Requirement -
Would you output the entries below only from the line containing "policyMean(policy, data.states, mu, i" through the line containing "expect(Math.abs(low - share(seenLow))).toBeLessThan(3", exactly as they stand and with both ends included?
____________
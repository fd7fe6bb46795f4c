/**
 * Censored normal regression (Tobit; Tobin 1958) and the behaviour model that uses it for a clipped
 * actuator. Outside references: the known parameters of the simulated law (Monte Carlo, tolerances
 * from the reported standard errors), the spread of the estimates over independent repetitions
 * (which the delta-method standard errors must match; Greene, "Econometric Analysis", 7th ed.,
 * ch. 19, from memory), the censored-normal probability of sitting at a limit, Φ((lo − μ)/σ) (a closed form), and
 * the well-known attenuation of least squares on clipped responses (Greene, same chapter).
 */
import { describe, expect, it } from 'vitest';
import { behaviourPolicySpec, fitBehaviourModel } from '../../src/core/behaviourModel';
import { fitCensoredRegression } from '../../src/core/censoredRegression';
import { loggedActionLimits } from '../../src/core/loggedActionLimits';
import { normalCdf, normalSurvival } from '../../src/core/normalDistribution';
import { fittedBehaviourPolicy } from '../../src/core/offPolicy/behaviourPolicy';
import { logImportanceRatio } from '../../src/core/offPolicy/importanceRatio';
import { createGaussianPolicy, policyMean } from '../../src/core/policy';
import { createRandom } from '../../src/core/random';
import { simulateLog } from './linearGaussianPlant';
import { cascadePlant, stationaryLaw } from './testPlants';

const TRUE = { beta: [1, 0.8, -0.5], sigma: 0.7, lo: -0.5, hi: 2 };

function sample(n: number, seed: number): { x: Float64Array; y: Float64Array } {
  const rng = createRandom(seed), x = new Float64Array(n * 3), y = new Float64Array(n);
  for (let i = 0; i < n; i++) {
    x.set([1, rng.normal(), rng.normal()], i * 3);
    const latent = TRUE.beta[0] + TRUE.beta[1] * x[i * 3 + 1] + TRUE.beta[2] * x[i * 3 + 2] + TRUE.sigma * rng.normal();
    y[i] = Math.min(TRUE.hi, Math.max(TRUE.lo, latent));
  }
  return { x, y };
}

describe('fitCensoredRegression', () => {
  it('recovers the simulated coefficients and σ within 3 of its standard errors, where least squares is attenuated', () => {
    const n = 20000, { x, y } = sample(n, 7);
    const fit = fitCensoredRegression(x, y, n, 3, TRUE.lo, TRUE.hi, { coefficients: [0, 0, 0], sigma: 1 });
    expect(fit.censoredLow + fit.censoredHigh).toBeGreaterThan(0.2 * n); // a fifth or more of the rows at a limit
    const se = (j: number) => Math.sqrt(fit.covariance[j * 4 + j]);
    TRUE.beta.forEach((b, j) => expect(Math.abs(fit.coefficients[j] - b)).toBeLessThan(3 * se(j)));
    expect(Math.abs(fit.sigma - TRUE.sigma)).toBeLessThan(3 * se(3));
    // Least squares on the clipped values: the slope toward zero by far more than its error.
    let sxy = 0, sxx = 0;
    for (let i = 0; i < n; i++) { sxy += x[i * 3 + 1] * y[i]; sxx += x[i * 3 + 1] ** 2; }
    expect(sxy / sxx).toBeLessThan(TRUE.beta[1] - 20 * se(1));
  });

  it('reports standard errors that match the spread of the estimates over 40 independent samples (within 25 %)', () => {
    const n = 1500, estimates: number[][] = [], reported: number[][] = [];
    for (let r = 0; r < 40; r++) {
      const { x, y } = sample(n, 100 + r);
      const fit = fitCensoredRegression(x, y, n, 3, TRUE.lo, TRUE.hi, { coefficients: [0.5, 0, 0], sigma: 0.5 });
      estimates.push([...fit.coefficients, fit.sigma]);
      reported.push([0, 1, 2, 3].map((j) => Math.sqrt(fit.covariance[j * 4 + j])));
    }
    for (let j = 0; j < 4; j++) {
      const values = estimates.map((e) => e[j]), mean = values.reduce((a, v) => a + v, 0) / values.length;
      const spread = Math.sqrt(values.reduce((a, v) => a + (v - mean) ** 2, 0) / (values.length - 1));
      const meanReported = reported.reduce((a, s) => a + s[j], 0) / reported.length;
      expect(Math.abs(meanReported / spread - 1)).toBeLessThan(0.25);
    }
  });

  it('leaves an unclipped sample at the least-squares answer (no limits: the Gaussian likelihood)', () => {
    const n = 3000, { x } = sample(n, 9), rng = createRandom(10), y = new Float64Array(n);
    for (let i = 0; i < n; i++) y[i] = 0.3 + 0.2 * x[i * 3 + 1] + rng.normal();
    const fit = fitCensoredRegression(x, y, n, 3, -Infinity, Infinity, { coefficients: [0, 0, 0], sigma: 2 });
    let s1 = 0, s11 = 0, sy = 0, s1y = 0; // regression on x1 alone is enough to compare its slope: x2 is independent noise
    for (let i = 0; i < n; i++) { const v = x[i * 3 + 1]; s1 += v; s11 += v * v; sy += y[i]; s1y += v * y[i]; }
    const slope = (s1y - (s1 * sy) / n) / (s11 - (s1 * s1) / n);
    expect(fit.coefficients[1]).toBeCloseTo(slope, 1);
    expect(fit.censoredLow + fit.censoredHigh).toBe(0);
  });
});

describe('the behaviour model of a clipped logging controller', () => {
  const logging = { offset: [0.3], gain: [-0.3, -0.4, -0.3], std: [0.5], lo: [-0.4], hi: [0.9] };
  const start = stationaryLaw(cascadePlant, logging);
  const data = simulateLog(cascadePlant, logging, { episodes: 200, steps: 100, seed: 3, start });

  it('carries the limits it detects as a clip, and the seeded candidate reproduces the logged share at each limit', () => {
    const model = fitBehaviourModel(data.states, data.actions, data.count, 3, 1);
    expect(model.bounds).toEqual({ lo: [-0.4], hi: [0.9], mode: 'clip' });
    expect(model.limits).toEqual(loggedActionLimits(data.actions, data.count, 1));
    const policy = createGaussianPolicy(behaviourPolicySpec(model), 3); // what "start a candidate from the behaviour model" builds
    expect(policy.bounds?.mode).toBe('clip');
    // Predicted shares at the limits, Φ((lo − μ)/σ) and 1 − Φ((hi − μ)/σ), averaged over the logged states.
    const mu = new Float64Array(1);
    let low = 0, high = 0, seenLow = 0, seenHigh = 0;
    for (let i = 0; i < data.count; i++) {
      policyMean(policy, data.states, mu, i * 3);
      low += normalCdf((-0.4 - mu[0]) / model.std[0]) / data.count;
      high += normalSurvival((0.9 - mu[0]) / model.std[0]) / data.count;
      if (data.actions[i] === -0.4) seenLow++;
      if (data.actions[i] === 0.9) seenHigh++;
    }
    const share = (k: number) => k / data.count, se = (p: number) => Math.sqrt((p * (1 - p)) / data.count);
    console.info(`at the lower limit: predicted ${(100 * low).toFixed(2)} %, logged ${(100 * share(seenLow)).toFixed(2)} %; upper: ${(100 * high).toFixed(2)} % vs ${(100 * share(seenHigh)).toFixed(2)} %`);
    // Binomial standard error, doubled for the correlation of shares within episodes.
    expect(Math.abs(low - share(seenLow))).toBeLessThan(3 * 2 * se(low));
    expect(Math.abs(high - share(seenHigh))).toBeLessThan(3 * 2 * se(high));
    // And the fitted law is the simulated one: gains and dither within 3 standard errors.
    logging.gain.forEach((g, p) => expect(Math.abs(model.gain[0][p] - g)).toBeLessThan(3 * model.gainStandardError[0][p]));
    expect(Math.abs(model.std[0] - 0.5)).toBeLessThan(0.02);
  });

  it('is the same policy the importance-sampling check uses: the seeded candidate gives every logged action ratio 1', () => {
    const fitted = fittedBehaviourPolicy(data), model = fitBehaviourModel(data.states, data.actions, data.count, 3, 1);
    expect(Array.from(fitted.policy.offset)).toEqual(model.offset);
    expect(Array.from(fitted.policy.bounds!.lo)).toEqual([-0.4]);
    expect(fitted.limits.shareAtLimit[0]).toBeGreaterThan(0.05);
    const seeded = createGaussianPolicy(behaviourPolicySpec(model), 3);
    for (let i = 0; i < data.count; i += 7) {
      expect(logImportanceRatio(seeded, fitted.policy, data.states.subarray(3 * i, 3 * i + 3), data.actions.subarray(i, i + 1))).toBe(0);
    }
  });
});
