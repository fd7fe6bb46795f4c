import { describe, expect, it } from 'vitest';
import { Matrix, solve as mlSolve } from 'ml-matrix';
import {
  LqModelError, UnstableClosedLoopError, closedFormActionCost, closedFormGaussianStartCost, closedFormPolicyCost,
  closedFormRewardActionValue, closedFormStateCost, deviationFeedback, feedbackCostToGo, lqClosedForm, rewardFromCost,
  type LinearQuadraticPlant, type OperatingPoint,
} from '../../src/core/lq';
import { createGaussianPolicy, sampleAction, type GaussianPolicy, type GaussianPolicySpec } from '../../src/core/policy';
import { cholesky } from '../../src/core/linalg/dense';
import { createRandom, type RandomSource } from '../../src/core/random';

const f64 = (values: number[]): Float64Array => Float64Array.from(values);

function plantOf(a: number[], b: number[], w: number[], q: number[], r: number[], n: number, m: number): LinearQuadraticPlant {
  return { stateDim: n, actionDim: m, dynamics: f64(a), inputGain: f64(b), processNoiseCovariance: f64(w), stateWeight: f64(q), actionWeight: f64(r) };
}

// An invented two-state plant with coupled dynamics, correlated process noise and one action.
const plant = plantOf([0.9, 0.2, -0.1, 0.8], [0.5, 1.0], [0.04, 0.01, 0.01, 0.02], [1, 0, 0, 0.5], [0.2], 2, 1);
const point: OperatingPoint = { state: f64([10, 4]), action: f64([2]) };
const discount = 0.9;
// Centred offset would be u_sp − G·x_sp = 2 + 3 + 0.8 = 5.8; 6.3 puts the policy 0.5 off centre.
const offCentre: GaussianPolicySpec = { offset: [6.3], gain: [[-0.3, -0.2]], std: [0.4] };
const centred: GaussianPolicySpec = { offset: [5.8], gain: [[-0.3, -0.2]], std: [0.4] };

describe('closed form against published and derived examples', () => {
  it('the Lyapunov cost of the printed optimal gain equals the printed Riccati solution', () => {
    // Altair Compose OML reference, "dlqr", Example (2021.help.altair.com/2021/compose/business/en_us/
    // topics/reference/oml_language/ControlSystem/dlqr.htm): A = [9 0.2; 0 8], B = [0; 1], Q = [2 1; 1 2],
    // R = 1 gives K = [394.61003 16.76761], X = [1.04036e7 2.34349e5; 2.34349e5 5.34387e3].
    // At the optimal gain the Riccati solution satisfies the policy's Lyapunov equation
    // (Anderson & Moore, "Optimal Control: Linear Quadratic Methods", 1990), and P is stationary in K, so the
    // rounding of the printed K changes P only at second order. The example is undiscounted;
    // with A/√γ and B/√γ the discounted equation is the same equation (γ·FᵀPF unchanged).
    const g = 0.5, r2 = Math.SQRT2;
    const p = plantOf([9 * r2, 0.2 * r2, 0, 8 * r2], [0, r2], [0, 0, 0, 0], [2, 1, 1, 2], [1], 2, 1);
    const v = feedbackCostToGo(p, { feedbackGain: f64([394.61003, 16.76761]), bias: f64([0]), noiseCovariance: f64([0]) }, g);
    const printed = [1.04036e7, 2.34349e5, 2.34349e5, 5.34387e3];
    printed.forEach((x, i) => expect(Math.abs(v.quadratic[i] - x) / x).toBeLessThan(6e-6));
    expect(v.constant).toBeCloseTo(0, 12);
  });

  it('scalar regulator x⁺ = x + u, q = r = 1: the optimal cost is the golden ratio', () => {
    // DARE p = q + a²p − (abp)²/(r + b²p) reduces to p² − p − 1 = 0, p = φ, K = p/(1 + p) = 1/φ
    // (closed form, derived here; the DARE as in Anderson & Moore, "Optimal Control: Linear Quadratic Methods").
    const phi = (1 + Math.sqrt(5)) / 2, g = 0.81;
    const p = plantOf([1 / 0.9], [1 / 0.9], [0], [1], [1], 1, 1);
    const v = feedbackCostToGo(p, { feedbackGain: f64([1 / phi]), bias: f64([0]), noiseCovariance: f64([0]) }, g);
    expect(v.quadratic[0]).toBeCloseTo(phi, 12);
  });

  it('scalar closed form p = qc/(1 − γ(a − bk)²) and the noise constant', () => {
    // Geometric series; c0 = [r·s + γ·p·(b²s + w)]/(1 − γ) from the derivation in lq.ts.
    const [a, b, q, r, w, k, s, g] = [0.95, 0.4, 2, 0.5, 0.3, 0.8, 0.09, 0.93];
    const v = feedbackCostToGo(plantOf([a], [b], [w], [q], [r], 1, 1), { feedbackGain: f64([k]), bias: f64([0]), noiseCovariance: f64([s]) }, g);
    const p = (q + r * k * k) / (1 - g * (a - b * k) ** 2);
    expect(v.quadratic[0]).toBeCloseTo(p, 12);
    expect(v.linear[0]).toBeCloseTo(0, 14);
    expect(v.constant).toBeCloseTo((r * s + g * p * (b * b * s + w)) / (1 - g), 10);
  });

  it('P, p and c agree with an augmented-state Kronecker solve by ml-matrix to 1e-10 (n up to 10, m up to 3)', () => {
    for (const [n, m] of [[1, 1], [3, 2], [6, 3], [10, 2]] as const) {
      const rng = createRandom(31 * n + m);
      const test = randomPlant(rng, n, m);
      const gamma = 0.95;
      const feedback = { feedbackGain: Float64Array.from({ length: m * n }, () => 0.05 * rng.normal()), bias: Float64Array.from({ length: m }, () => rng.normal()), noiseCovariance: diag(m, 0.3) };
      const v = feedbackCostToGo(test, feedback, gamma);
      const ref = mlReference(test, feedback, gamma);
      expect(relativeMaxError(v.quadratic, ref.quadratic)).toBeLessThan(1e-10);
      expect(relativeMaxError(v.linear, ref.linear)).toBeLessThan(1e-10);
      expect(Math.abs(v.constant - ref.constant) / Math.abs(ref.constant)).toBeLessThan(1e-10);
    }
  });

  it('V(x) = E_{a~π} Q(x, a) = Q(x, μ(x)) + tr(S(R + γBᵀPB)) (Gaussian expectation of a quadratic)', () => {
    const policy = createGaussianPolicy(offCentre, 2);
    const form = lqClosedForm(plant, point, policy, discount);
    const p = form.costToGo.quadratic;
    const bpb = 0.5 * (0.5 * p[0] + 1 * p[2]) + 1 * (0.5 * p[1] + 1 * p[3]);
    for (const s of [[10, 4], [11.5, 3.2], [8, 6]]) {
      const mean = 6.3 - 0.3 * s[0] - 0.2 * s[1];
      const expected = closedFormActionCost(form, s, [mean]) + 0.16 * (0.2 + discount * bpb);
      expect(closedFormStateCost(form, s)).toBeCloseTo(expected, 10);
    }
  });
});

describe('closed form against seeded Monte Carlo rollouts (tolerance 4 standard errors)', () => {
  const rollouts = 4000, horizon = 260; // 0.9^260 ≈ 1.3e-12: truncation bias negligible next to the SE

  for (const [label, spec] of [['off-centre', offCentre], ['centred', centred]] as const) {
    it(`V(s0) and Q(s0, a0) of the ${label} policy`, () => {
      const policy = createGaussianPolicy(spec, 2);
      const form = lqClosedForm(plant, point, policy, discount);
      const s0 = [10.8, 3.5], a0 = [3.1];
      const v = monteCarlo(policy, () => f64(s0), null, rollouts, horizon, 11);
      const q = monteCarlo(policy, () => f64(s0), a0, rollouts, horizon, 12);
      expect(Math.abs(v.mean - closedFormStateCost(form, s0))).toBeLessThan(4 * v.standardError);
      expect(Math.abs(q.mean - closedFormActionCost(form, s0, a0))).toBeLessThan(4 * q.standardError);
    });
  }

  it('J from a Gaussian start N(μ0, Σ0), and J from a set of start states', () => {
    const policy = createGaussianPolicy(offCentre, 2);
    const form = lqClosedForm(plant, point, policy, discount);
    const mu0 = [9.5, 4.6], sigma0 = [0.5, 0.1, 0.1, 0.3], l = cholesky(sigma0, 2);
    const startRng = createRandom(13);
    const starts: number[] = [];
    const draw = (): Float64Array => {
      const z0 = startRng.normal(), z1 = startRng.normal();
      const s = f64([mu0[0] + l[0] * z0, mu0[1] + l[2] * z0 + l[3] * z1]);
      starts.push(s[0], s[1]);
      return s;
    };
    const j = monteCarlo(policy, draw, null, rollouts, horizon, 14);
    expect(Math.abs(j.mean - closedFormGaussianStartCost(form, mu0, sigma0))).toBeLessThan(4 * j.standardError);
    // The empirical start states' mean V differs from the rollout mean only by the return noise.
    expect(Math.abs(j.mean - closedFormPolicyCost(form, f64(starts), rollouts))).toBeLessThan(4 * j.standardError);
  });
});

describe('mapping, sign helper and errors', () => {
  it('the centred policy has zero bias; the off-centre one has d = offset + G·x_sp − u_sp', () => {
    expect(deviationFeedback(createGaussianPolicy(centred, 2), point).bias[0]).toBeCloseTo(0, 14);
    const f = deviationFeedback(createGaussianPolicy(offCentre, 2), point);
    expect(f.bias[0]).toBeCloseTo(0.5, 14);
    expect(Array.from(f.feedbackGain)).toEqual([0.3, 0.2]);
    expect(f.noiseCovariance[0]).toBeCloseTo(0.16, 14);
  });

  it('the reward-valued action-value function is −Q', () => {
    const form = lqClosedForm(plant, point, createGaussianPolicy(offCentre, 2), discount);
    const out = new Float64Array(2);
    closedFormRewardActionValue(form).evaluate(f64([10, 4, 2, 11, 3, 1]), 2, out);
    expect(out[0]).toBe(rewardFromCost(closedFormActionCost(form, [10, 4], [2])));
    expect(out[1]).toBe(-closedFormActionCost(form, [11, 3], [1]));
  });

  it('an unstable closed loop throws UnstableClosedLoopError with a plain message', () => {
    // A − BK = 1.2 (open loop 1.2, no feedback): γ·ρ² = 0.9 · 1.44 = 1.296.
    const p = plantOf([1.2], [1], [0.1], [1], [1], 1, 1);
    const run = (): unknown => feedbackCostToGo(p, { feedbackGain: f64([0]), bias: f64([0]), noiseCovariance: f64([0.1]) }, 0.9);
    expect(run).toThrow(UnstableClosedLoopError);
    expect(run).toThrow(/discount 0\.9/);
    try { run(); } catch (e) { expect((e as UnstableClosedLoopError).discountedSpectralRadiusSquared).toBeCloseTo(1.296, 2); }
  });

  it('rejects bounded policies, a bad discount and asymmetric weights', () => {
    const bounded = createGaussianPolicy({ ...offCentre, bounds: { lo: [0], hi: [10], mode: 'clip' } }, 2);
    expect(() => lqClosedForm(plant, point, bounded, discount)).toThrow(/unbounded actuator/);
    expect(() => lqClosedForm(plant, point, createGaussianPolicy(offCentre, 2), 1)).toThrow(LqModelError);
    const skew = { ...plant, stateWeight: f64([1, 0.3, 0, 1]) };
    expect(() => lqClosedForm(skew, point, createGaussianPolicy(offCentre, 2), discount)).toThrow(/state weight Q: must be symmetric/);
  });
});

/** Discounted cost of seeded rollouts in absolute coordinates; firstAction fixes a0 (for Q). */
function monteCarlo(
  policy: GaussianPolicy, start: () => Float64Array, firstAction: number[] | null, count: number, horizon: number, seed: number,
): { mean: number; standardError: number } {
  const rng = createRandom(seed), wFactor = cholesky(plant.processNoiseCovariance, 2);
  const returns = new Float64Array(count), action = new Float64Array(1);
  for (let k = 0; k < count; k++) {
    const s = start();
    let total = 0, weight = 1;
    for (let t = 0; t < horizon; t++) {
      if (t === 0 && firstAction) action[0] = firstAction[0];
      else sampleAction(policy, s, rng, action);
      total += weight * stepInPlace(s, action[0], wFactor, rng);
      weight *= discount;
    }
    returns[k] = total;
  }
  const mean = returns.reduce((a, b) => a + b, 0) / count;
  const variance = returns.reduce((a, r) => a + (r - mean) ** 2, 0) / (count - 1);
  return { mean, standardError: Math.sqrt(variance / count) };
}

/** Advance s (absolute) one step under action a; returns the stage cost. */
function stepInPlace(s: Float64Array, a: number, wFactor: Float64Array, rng: RandomSource): number {
  const x0 = s[0] - point.state[0], x1 = s[1] - point.state[1], v = a - point.action[0];
  const cost = x0 * x0 + 0.5 * x1 * x1 + 0.2 * v * v;
  const z0 = rng.normal(), z1 = rng.normal();
  s[0] = point.state[0] + 0.9 * x0 + 0.2 * x1 + 0.5 * v + wFactor[0] * z0;
  s[1] = point.state[1] - 0.1 * x0 + 0.8 * x1 + 1.0 * v + wFactor[2] * z0 + wFactor[3] * z1;
  return cost;
}

function diag(n: number, value: number): Float64Array {
  const d = new Float64Array(n * n);
  for (let i = 0; i < n; i++) d[i * n + i] = value;
  return d;
}

function randomPlant(rng: RandomSource, n: number, m: number): LinearQuadraticPlant {
  const a = Float64Array.from({ length: n * n }, () => (0.6 / Math.sqrt(n)) * rng.normal());
  const b = Float64Array.from({ length: n * m }, () => rng.normal());
  return { stateDim: n, actionDim: m, dynamics: a, inputGain: b, processNoiseCovariance: diag(n, 0.1), stateWeight: diag(n, 1), actionWeight: diag(m, 0.5) };
}

/**
 * An independent route to (P, p, c): augment the state with a constant 1, z = [x; 1], so the affine
 * loop becomes homogeneous (common practice): z⁺ = F_z z + [ξ; 0] with F_z = [F, Bd; 0, 1],
 * ξ ~ N(0, BSBᵀ + W), expected stage cost zᵀMz with M = [Qc, −KᵀRd; −dᵀRK, dᵀRd + tr(RS)].
 * Then P_z = M + γF_zᵀP_zF_z, solved in Kronecker form by ml-matrix, and V(x) = zᵀP_z z + κ with
 * κ = γ tr(P_xx (BSBᵀ + W))/(1 − γ). So P = P_xx, p = P_x1, c = P_11 + κ.
 */
function mlReference(p: LinearQuadraticPlant, f: { feedbackGain: Float64Array; bias: Float64Array; noiseCovariance: Float64Array }, gamma: number) {
  const { stateDim: n, actionDim: m } = p;
  const toM = (a: Float64Array, r: number, c: number) => new Matrix(Array.from({ length: r }, (_, i) => Array.from(a.subarray(i * c, (i + 1) * c))));
  const A = toM(p.dynamics, n, n), B = toM(p.inputGain, n, m), K = toM(f.feedbackGain, m, n), R = toM(p.actionWeight, m, m);
  const S = toM(f.noiseCovariance, m, m), d = Matrix.columnVector(Array.from(f.bias));
  const F = A.clone().sub(B.mmul(K));
  const Fz = Matrix.zeros(n + 1, n + 1);
  Fz.setSubMatrix(F, 0, 0).setSubMatrix(B.mmul(d), 0, n).set(n, n, 1);
  const Mz = Matrix.zeros(n + 1, n + 1);
  const cross = K.transpose().mmul(R).mmul(d).mul(-1);
  Mz.setSubMatrix(toM(p.stateWeight, n, n).add(K.transpose().mmul(R).mmul(K)), 0, 0).setSubMatrix(cross, 0, n).setSubMatrix(cross.transpose(), n, 0);
  Mz.set(n, n, d.transpose().mmul(R).mmul(d).get(0, 0) + R.mmul(S).trace());
  // Row-major vec(F_zᵀ P F_z) = (F_zᵀ ⊗ F_zᵀ) vec P (Magnus & Neudecker, ch. 2, row stacking).
  const Fzt = Fz.transpose(), nz = n + 1;
  const vecP = mlSolve(Matrix.eye(nz * nz).sub(Fzt.kroneckerProduct(Fzt).mul(gamma)), Matrix.columnVector(Mz.to1DArray())).to1DArray();
  const Pz = new Matrix([...Array(nz)].map((_, i) => vecP.slice(i * nz, (i + 1) * nz)));
  const Pxx = Pz.subMatrix(0, n - 1, 0, n - 1);
  const drive = B.mmul(S).mmul(B.transpose()).add(toM(p.processNoiseCovariance, n, n));
  return {
    quadratic: Float64Array.from(Pxx.to1DArray()),
    linear: Float64Array.from(Pz.subMatrix(0, n - 1, n, n).to1DArray()),
    constant: Pz.get(n, n) + (gamma * Pxx.mmul(drive).trace()) / (1 - gamma),
  };
}

function relativeMaxError(a: ArrayLike<number>, b: ArrayLike<number>): number {
  let err = 0, size = 0;
  for (let i = 0; i < a.length; i++) { err = Math.max(err, Math.abs(a[i] - b[i])); size = Math.max(size, Math.abs(b[i])); }
  return err / size;
}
____________
Output for this task -
      policyMean(policy, data.states, mu, i * 3);
      low += normalCdf((-0.4 - mu[0]) / model.std[0]) / data.count;
      high += normalSurvival((0.9 - mu[0]) / model.std[0]) / data.count;
      if (data.actions[i] === -0.4) seenLow++;
      if (data.actions[i] === 0.9) seenHigh++;
    }
    const share = (k: number) => k / data.count, se = (p: number) => Math.sqrt((p * (1 - p)) / data.count);
    console.info(`at the lower limit: predicted ${(100 * low).toFixed(2)} %, logged ${(100 * share(seenLow)).toFixed(2)} %; upper: ${(100 * high).toFixed(2)} % vs ${(100 * share(seenHigh)).toFixed(2)} %`);
    // Binomial standard error, doubled for the correlation of shares within episodes.
    expect(Math.abs(low - share(seenLow))).toBeLessThan(3 * 2 * se(low));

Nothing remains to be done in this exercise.